Does innovation in agriculture harm biodiversity?
By Webmaster, 30 July 2012
The conventional wisdom, as illustrated for millions of readers in the July 2011 issue of National Geographic, holds that the twentieth century was a disaster for crop diversity. In the popular press, this position is so entrenched that it no longer needs a citation. Heald and Chapman conducted a study of all vegetable and apple varieties commercially available in 1903 and compared them with all varieties commercially available in 1981 and 2004. Along the way, they shatter the conventional wisdom and gut the 1983 study that previous scholars have taken as gospel.
By far the most important study of vegetable crop diversity was conducted in 1983 by the Plant Genetic Resources Project of the Rural Advancement Fund, Inc. (RAFI).

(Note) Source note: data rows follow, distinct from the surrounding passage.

impl Asker<'_> {
    fn least(&self, panel: &Panel) -> f64 {
        minimum_steel(panel.thickness_mm, self.criteria.fy_n_mm2)
    }

    /// What the bottom asks for at a point.
    fn bottom(&self, panel: &Panel, design: &PanelDesign, axis: Axis, across: f64, along: f64) -> f64 {
        let at = [Place::ShortMidspan, Place::LongMidspan];
        let section = design
            .sections
            .iter()
            .find(|s| at.contains(&s.at) && s.bars_along == axis && matches!(s.layer, Layer::B1 | Layer::B2));
        let Some(section) = section else { return 0.0 };
        let least = self.least(panel);
        let full = section.as_required_mm2_m.unwrap_or(least);
        let [low, high] = extent(panel, axis);
        let share = |side: Side| if panel.edge(side).state == EdgeState::Continuous { 0.2 } else { 0.1 };
        let [near, far] = axis.end_sides().map(share);
        let outside = along < low + near * (high - low) || along > high - far * (high - low);
        let curtailed = self.criteria.bottom_bars == design_engine::criteria::BottomBars::AlternateCurtailed;
        let width = extent(panel, axis.across());
        let eighth = (width[1] - width[0]) / 8.0;
        let in_edge_strip = across < width[0] + eighth || across > width[1] - eighth;
        let strips = self.criteria.edge_strips == design_engine::criteria::EdgeStrips::MinimumSteel
            && design.basis.unwrap().action == Action::TwoWayRestrained;
        if strips && in_edge_strip {
            least
        } else if curtailed && outside {
            least.max(0.4 * full)
        } else {
            full
        }
    }

    /// What the top asks for at a point, for what comes in over the two sides at the ends of an axis.
    fn top(&self, id: PanelId, axis: Axis, across: f64, along: f64) -> f64 {
        let panel = self.floor.panel(id);
        let [low, high] = axis.end_sides();
        let (lines, faces) = (extent(panel, axis), faces(panel, axis));
        let from_low = self.over(id, low, across, (along - lines[0], along - faces[0]));
        from_low.max(self.over(id, high, across, (lines[1] - along, faces[1] - along)))
    }

    /// What comes in over one side, at a distance from its line and from its face, mm.
    fn over(&self, id: PanelId, side: Side, across: f64, (from_line, from_face): (f64, f64)) -> f64 {
        let (panel, design) = (self.floor.panel(id), &self.design.panels[id.0]);
        let basis = design.basis.unwrap();
        let edge = panel.edge(side);
        // Within 51 mm of the ends of a stretch its first and last bars begin.
        let inside = |segment: &&design_engine::floor::Segment| {
            segment.from.m() * 1000.0 + 51.0 <= across && across <= segment.to.m() * 1000.0 - 51.0
        };
        let Some(segment) = edge.segments.iter().find(inside) else { return 0.0 };
        let l = basis.length_m(basis.span_along(side.span_axis())) * 1000.0;
        let Some(support) = segment.support.and_then(|id| self.design.support(id)) else {
            if edge.state == EdgeState::Free
                || basis.action == Action::Cantilever
                || segment.support.is_some()
            {
                return 0.0;
            }
            let span = basis.span_along(side.span_axis());
            let Some(bottom) = design.bars.bottom[span as usize] else { return 0.0 };
            let half =
                std::f64::consts::PI * bottom.bars.bar_mm.powi(2) / 8.0 * 1000.0 / bottom.bars.spacing_mm;
            let smallest = self.criteria.bar_sizes_mm[0];
            return if from_face <= (0.15 * l).max(45.0 * smallest) {
                half.max(self.least(panel))
            } else {
                0.0
            };
        };
        // Where half of the bars go on, the one next to the end of the stretch may be one that stops.
        let clear = faces(panel, side.span_axis().across());
        let ends = [clear[0].max(segment.from.m() * 1000.0), clear[1].min(segment.to.m() * 1000.0)];
        let next_to_end = (across - ends[0]).min(ends[1] - across) < 51.0 + support.bars.spacing_mm;
        let asked = self.over_support(id, side, support, l, (from_line, from_face));
        if next_to_end && asked < 0.999 * support.as_required_mm2_m.unwrap_or(0.0) { 0.0 } else { asked }
    }

    fn over_support(
        &self,
        id: PanelId,
        side: Side,
        support: &SupportDesign,
        l: f64,
        (from_line, from_face): (f64, f64),
    ) -> f64 {
        let (panel, design) = (self.floor.panel(id), &self.design.panels[id.0]);
        let laid = self.floor.support(support.support);
        let basis = design.basis.unwrap();
        let full = support.as_required_mm2_m.unwrap_or(0.0);
        let Some(own) = support.sides.iter().find(|own| own.panel == id) else { return 0.0 };
        if basis.action == Action::Cantilever || own.runs_through {
            return full;
        }
        if laid.kind == SupportKind::Crossing {
            let lx = support
                .sides
                .iter()
                .map(|s| self.design.panels[s.panel.0].basis.unwrap().lx_m)
                .fold(f64::INFINITY, f64::min);
            return if from_face <= 300.0 * lx { self.least(panel) } else { 0.0 };
        }
        let moment = support.moment_knm_m.unwrap();
        let cantilever = laid
            .sides()
            .find(|s| self.design.panels[s.panel.0].basis.is_some_and(|b| b.action == Action::Cantilever));
        let far_moment = self.far_moment(panel, side);
        // Moment at a point over the moment at the support; steel is in proportion, safe for a falling lever arm.
        let share = |free: f64, near: f64, far: f64| {
            let at = |u: f64| (near * (1.0 - u) + far * u - 4.0 * free * u * (1.0 - u)) / near;
            let u = from_line / l;
            // Beyond the first point of contraflexure what hogs belongs to the far support.
            let beyond = (0..200).map(|i| u * f64::from(i) / 200.0).any(|before| at(before) <= 0.0);
            if beyond { 0.0 } else { at(u) }
        };
        if cantilever.is_some() {
            let root = support
                .sides
                .iter()
                .find(|s| s.panel != id)
                .and_then(|s| s.moment_from_coefficient_knm_m)
                .unwrap();
            let free = design.loads.dead_kn_m2 * l * l / 8e6;
            return (full * root / moment.max(root) * share(free, root, far_moment)).max(0.0);
        }
        let table = own.moment_from_coefficient_knm_m.unwrap_or(0.0);
        if moment > 1.1 * table * (1.0 + 1e-9) && basis.action == Action::TwoWayRestrained {
            let free = own.midspan_before_knm_m
                + f64::midpoint(self.table(design, side), self.table(design, side.opposite()));
            let far = self.counted_far(panel, design, side);
            return (full * share(free, moment, far)).max(0.0);
        }
        let greater = support.sides.iter().map(|s| {
            let b = self.design.panels[s.panel.0].basis.unwrap();
            b.length_m(b.span_along(side.span_axis())) * 1000.0
        });
        let greater = greater.fold(0.0, f64::max);
        if from_face <= (0.15 * greater).max(45.0 * support.bars.bar_mm) {
            full
        } else if from_face <= 0.3 * greater {
            full / 2.0
        } else {
            0.0
        }
    }

    /// Table moment of a panel's side as it counts in its own case.
    fn table(&self, design: &PanelDesign, side: Side) -> f64 {
        if design.basis.unwrap().state(side) != EdgeState::Continuous {
            return 0.0;
        }
        design.section(Place::Side(side)).and_then(|s| s.moment_from_coefficient_knm_m).unwrap_or(0.0)
    }

    fn counted_far(&self, panel: &Panel, design: &PanelDesign, side: Side) -> f64 {
        if design.basis.unwrap().state(side.opposite()) == EdgeState::Continuous {
            self.far_moment(panel, side)
        } else {
            0.0
        }
    }

    /// Greatest final moment over the far side.
    fn far_moment(&self, panel: &Panel, side: Side) -> f64 {
        let segments = panel.edge(side.opposite()).segments.iter().filter(|segment| segment.continuous);
        segments.filter_map(|segment| self.design.support(segment.support?)?.moment_knm_m).fold(0.0, f64::max)
    }

    /// Torsion steel asked for at a point, bottom or top.
    fn torsion(&self, panel: &Panel, design: &PanelDesign, x: f64, y: f64) -> f64 {
        let Some(basis) = design.basis.filter(|b| b.action == Action::TwoWayRestrained) else { return 0.0 };
        let bending = design
            .sections
            .iter()
            .filter(|s| s.support.is_none() && matches!(s.layer, Layer::B1 | Layer::B2));
        let greatest = bending.filter_map(|s| s.as_bending_mm2_m).fold(0.0, f64::max);
        let mut asked: f64 = 0.0;
        for (ns, ew) in [
            (Side::North, Side::East),
            (Side::North, Side::West),
            (Side::South, Side::East),
            (Side::South, Side::West),
        ] {
            let [xs, ys] = [extent(panel, Axis::X), extent(panel, Axis::Y)];
            let dx = if ew == Side::East { xs[1] - x } else { x - xs[0] };
            let dy = if ns == Side::North { ys[1] - y } else { y - ys[0] };
            if dx.max(dy) > basis.lx_m * 200.0 {
                continue;
            }
            let continuous = [(ns, ew), (ew, ns)].map(|(side, other)| {
                let segments = &panel.edge(side).segments;
                let at = if matches!(other, Side::North | Side::East) {
                    segments.last()
                } else {
                    segments.first()
                };
                let cantilever =
                    |id: PanelId| self.floor.panel(id).spanning == design_engine::floor::Spanning::Cantilever;
                at.is_some_and(|s| s.continuous && !s.neighbour.is_some_and(cantilever))
            });
            let share = [0.75, 0.375, 0.0][continuous.into_iter().filter(|c| *c).count()];
            asked = asked.max(share * greatest);
        }
        asked
    }
}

Although initially unpublished, its findings were widely publicized and influential, as evidenced by the
quote above from Pat Mooney and Cary Fowler, who headed the International Conference and Programme on Plant Genetic Resources at the Food and Agriculture Organization of the United Nations. Mooney and Fowler published the RAFI study in its entirety in their classic book, Shattering: Food, Politics, and the Loss of Genetic Diversity.4 The RAFI study compared a comprehensive 1903 United States Department of Agriculture (USDA) inventory of seeds found in commercial seed catalogs with the 1983 holdings in the National Seed Storage Laboratory (NSSL). Mooney and Fowler summarized the study as follows, “RAFI
found that approximately 97 percent of the varieties given on the old USDA lists are now extinct. Only 3 percent have survived the last eighty years.” The study was the centerpiece of a recent National Geographic article decrying crop diversity loss, and the 3 percent
survival rate is the iconic crop diversity statistic produced in the twentieth century.
The data of the research paper by Heald and Chapman reveal that the RAFI study and “lessons” drawn from it suffer from several serious problems. The twentieth century was not, in fact, a disaster for crop diversity. Fowler and Mooney’s original “shattering” three percent figure is the result of a significant math error that is reported for the first time. They correctly listed in their book the raw numbers collected by RAFI, but somehow mis-added or mis-divided the figures. The error is easily seen by recalculating the survival rate from the numbers they provide.